Last updated Jun 5, 2023

The maximum amount that the sample results are expected to differ from those of the actual population.

Since a Sample is used to represent a Population, the sample’s results are expected to differ from what the result would have been if you had surveyed the entire population. This difference is called the margin of error.

The smaller the margin of error, the closer the results of the sample are to what the result would have been if you had surveyed the entire population.

# Margin of error in marketing

The margin of error is also important in marketing. Let’s use A/B testing as an example. A/B testing (or split testing) tests two variations of the same web page to determine which page is more successful in attracting user traffic and generating revenue. User traffic that gets monetized is known as the conversion rate. A/B testing allows marketers to test emails, ads, and landing pages to find the data behind what is working and what isn’t working. Marketers use the confidence interval (determined by the conversion rate and the margin of error) to understand the results. 

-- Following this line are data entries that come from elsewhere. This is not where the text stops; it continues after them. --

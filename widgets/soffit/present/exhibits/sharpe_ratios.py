"""Sharpe ratios: every factor and asset with its interval, and the factors together."""

from __future__ import annotations

import numpy as np
import pandas as pd

from soffit.estimate.statistic import NotApplicable
from soffit.present.spec import (
    Axis,
    AxisScale,
    Column,
    Exhibit,
    FigureSpec,
    NumberForm,
    Orientation,
    Points,
    Role,
    Rule,
    Segments,
    TableSpec,
)
from soffit.present.wording.numbers import plural, show, show_range
from soffit.present.wording.sample import sample_line
from soffit.present.wording.sharpe_ratios import lags_phrase, sharpe_finding, sharpe_gap_finding
from soffit.study import SharpeGap, SharpeTable, Study

__all__ = ["exhibit", "factors_table", "gap_exhibit", "sharpe_figure", "sharpe_table"]

# More intervals than this do not fit a page.
_MOST_ROWS = 40
_SOURCES = (
    "lo-2002",
    "mertens-2002",
    "newey-west-1987",
    "hotelling-1931",
    "jobson-korkie-1980",
    "bailey-lopez-de-prado-2012",
    "bailey-lopez-de-prado-2014",
)


def exhibit(study: Study) -> Exhibit:
    """Build the exhibit of the Sharpe ratios."""
    found = study.sharpe_ratios()
    flat = [str(name) for name in found.table.index[found.table["sharpe"].isna()]]
    notes = [f"no Sharpe ratio, since the return does not vary: {', '.join(flat)}"] if flat else []
    notes += [each.reason for each in (found.squared.unbiased,) if isinstance(each, NotApplicable)]
    return Exhibit(
        key="sharpe-ratios",
        title="Sharpe ratios",
        sample=sample_line(study),
        finding=sharpe_finding(found),
        figures=(sharpe_figure(study, found),),
        tables=(sharpe_table(study, found), factors_table(study, found)),
        sources=_SOURCES,
        cautions=("In-sample Sharpe ratios of best combinations overstate what can be earned.",),
        notes=tuple(notes),
    )


def sharpe_figure(study: Study, found: SharpeTable) -> FigureSpec:
    """Draw the Sharpe ratios with their intervals, one row a series, beside the ceiling."""
    table = found.table[found.table["sharpe"].notna()]
    factors = table.index[table["role"] == "factor"]
    rest = table.drop(index=factors)["sharpe"].sort_values(ascending=False, kind="stable")
    kept = rest.index[: max(_MOST_ROWS - len(factors), 0)]
    shown = table.loc[[*factors, *kept]].sort_values("sharpe", kind="stable")
    ratio, level = NumberForm.RATIO, show(found.level, NumberForm.SHARE)
    names = tuple(str(name) for name in shown.index)
    roles = tuple(Role.FACTORS if role == "factor" else Role.ESTIMATE for role in shown["role"])
    at = np.arange(len(shown), dtype=float)
    hover = tuple(
        f"{name}: Sharpe ratio {show(row.sharpe, ratio)} a year ({show_range(row.low, row.high, ratio)}), "
        f"mean {show(row.mean, NumberForm.PERCENT)}, volatility {show(row.volatility, NumberForm.PERCENT)}"
        for name, row in zip(shown.index, shown.itertuples(), strict=True)
    )
    ceiling = study.settings.ceiling
    cut = f" The {len(kept)} highest of {len(rest):,} assets." if len(rest) > len(kept) else ""
    return FigureSpec(
        key="sharpe-intervals",
        title=f"Sharpe ratios with {level} intervals",
        x=Axis("Sharpe ratio, a year", ratio),
        y=Axis("", NumberForm.TEXT, scale=AxisScale.CATEGORY, categories=names),
        marks=(
            Rule("zero", 0.0, Orientation.VERTICAL, Role.REFERENCE),
            Rule("ceiling", ceiling, Orientation.VERTICAL, Role.CEILING, f"ceiling {show(ceiling, ratio)}"),
            *_together(found),
            Segments(
                "intervals",
                at,
                shown["low"].to_numpy(dtype=float),
                shown["high"].to_numpy(dtype=float),
                Orientation.HORIZONTAL,
                roles,
            ),
            Points("ratios", shown["sharpe"].to_numpy(dtype=float), at, names, roles, hover, selectable=True),
        ),
        alt=(
            f"Sharpe ratios of {plural(len(factors), 'factor')} and {plural(len(kept), 'asset')} with {level} "
            f"intervals, from {show(float(shown['sharpe'].min()), ratio)} to "
            f"{show(float(shown['sharpe'].max()), ratio)} a year; "
            f"{int((shown['low'] > 0).sum())} intervals lie above zero."
        ),
        footnote=f"{sample_line(study)}. Intervals from {lags_phrase(found)}.{cut}",
        aspect=1.2,
    )


def _together(found: SharpeTable) -> list[Rule]:
    if found.squared.width < 2:
        return []  # a single factor has its own row
    label = f"factors together {show(found.factors, NumberForm.RATIO)}"
    return [Rule("factors", found.factors, Orientation.VERTICAL, Role.FACTORS, label, dashed=True)]


def sharpe_table(study: Study, found: SharpeTable) -> TableSpec:
    """Tabulate the Sharpe ratios with every kind of error, and what a record this long proves."""
    ratio, percent, share = NumberForm.RATIO, NumberForm.PERCENT, NumberForm.SHARE
    level = show(found.level, share)
    columns = (
        Column("role", "Role", NumberForm.TEXT),
        Column("mean", "Mean, a year", percent),
        Column("volatility", "Volatility, a year", percent),
        Column("sharpe", "Sharpe ratio, a year", ratio),
        Column("error", "HAC error", ratio),
        Column("low", f"{level} from", ratio),
        Column("high", "to", ratio),
        Column("exact_low", f"Exact {level} from", ratio),
        Column("exact_high", "to", ratio),
        Column("error_normal", "Normal iid error", ratio),
        Column("error_iid", "Iid error", ratio),
        Column("aggregated", "Aggregated", ratio),
        Column("autocorrelation", "First autocorrelation", ratio),
        Column("skewness", "Skewness", ratio),
        Column("kurtosis", "Kurtosis", ratio),
        Column("above_zero", "Probabilistic", share),
        Column("deflated", "Deflated", share),
        Column("record", "Years needed", ratio),
        Column("periods", "T", NumberForm.COUNT),
    )
    return TableSpec(
        key="sharpe-table",
        title="Sharpe ratios",
        columns=columns,
        frame=found.table,
        index_heading="Series",
        footnote=(
            f"{sample_line(study)}. Sharpe ratios divide by the standard deviation with T − 1. HAC: "
            f"{lags_phrase(found)}; exact: noncentral t, for independent normal returns; iid errors after Lo "
            "and after Mertens. Aggregated: to a year with the sample's own autocorrelations in place of "
            "the square root. Probabilistic: probability of a true ratio above zero; deflated: above the best of "
            f"{found.tests:,} trials without skill, whose ratios vary by 1/(T − 1). Years needed before the "
            f"probabilistic ratio reaches {level}. A dash: does not apply."
        ),
    )


def factors_table(study: Study, found: SharpeTable) -> TableSpec:
    """Tabulate the Sharpe ratio of the factors' best combination: in sample, unbiased, and its interval."""
    interval, unbiased = found.factors_interval, found.factors_unbiased
    low, high = (np.nan, np.nan) if isinstance(interval, NotApplicable) else (interval.low, interval.high)
    values = {
        "In sample": found.factors,
        "From the unbiased squared ratio": np.nan if isinstance(unbiased, NotApplicable) else unbiased,
        f"Exact {show(found.level, NumberForm.SHARE)} interval, from": low,
        "to": high,
    }
    return TableSpec(
        key="sharpe-factors",
        title="Sharpe ratio of the factors' best combination, a year",
        columns=(Column("value", "Sharpe ratio, a year", NumberForm.RATIO),),
        frame=pd.DataFrame({"value": list(values.values())}, index=list(values)),
        index_heading="Quantity",
        footnote=(
            f"{sample_line(study)}. Covariances divide by T. Interval: Hotelling, for independent normal returns. "
            "The unbiased squared ratio is taken as zero where it is negative."
        ),
    )


def gap_exhibit(study: Study, first: str, second: str) -> Exhibit:
    """Build the exhibit that compares the Sharpe ratios of two series."""
    gap = study.sharpe_difference(first, second)
    return Exhibit(
        key="sharpe-difference",
        title=f"Sharpe ratios of {first} and {second}",
        sample=sample_line(study),
        finding=sharpe_gap_finding(gap),
        tables=(gap_table(study, gap),),
        sources=("jobson-korkie-1981", "memmel-2003", "ledoit-wolf-2008", "newey-west-1987"),
        notes=(gap.bootstrap.reason,) if isinstance(gap.bootstrap, NotApplicable) else (),
    )


def gap_table(study: Study, gap: SharpeGap) -> TableSpec:
    """Tabulate the tests of equal Sharpe ratios."""
    columns = (
        Column("statistic", "Statistic", NumberForm.STATISTIC),
        Column("error", "Error, a year", NumberForm.RATIO),
        Column("p", "p", NumberForm.PVALUE),
    )
    settings = study.settings
    return TableSpec(
        key="sharpe-difference",
        title=f"Tests that {gap.first} and {gap.second} have equal Sharpe ratios",
        columns=columns,
        frame=gap.table,
        index_heading="Test",
        footnote=(
            f"{gap.found.periods:,} periods. Difference {show(gap.difference, NumberForm.RATIO)} a year. Newey–West "
            f"lags: {int(gap.found.lags[0])}. Bootstrap: {settings.bootstrap_draws:,} circular block samples, seed "
            f"{settings.seed}."
        ),
    )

For example, suppose you are conducting an A/B test to compare the effectiveness of two different email subject lines to entice people to open the email. You find that subject line A: “Special offer just for you” resulted in a 5% open rate compared to subject line B: “Don’t miss this opportunity” at 3%. 

Does that mean subject line A is better than subject line B? It depends on your margin of error. If the margin of error was 2%, then subject line A’s actual open rate or confidence interval is somewhere between 3% and 7%. Since the lower end of the interval overlaps with subject line B’s results at 3%, you can’t conclude that there is a statistically significant difference between subject line A and B. Examining the margin of error is important when making conclusions based on your test results.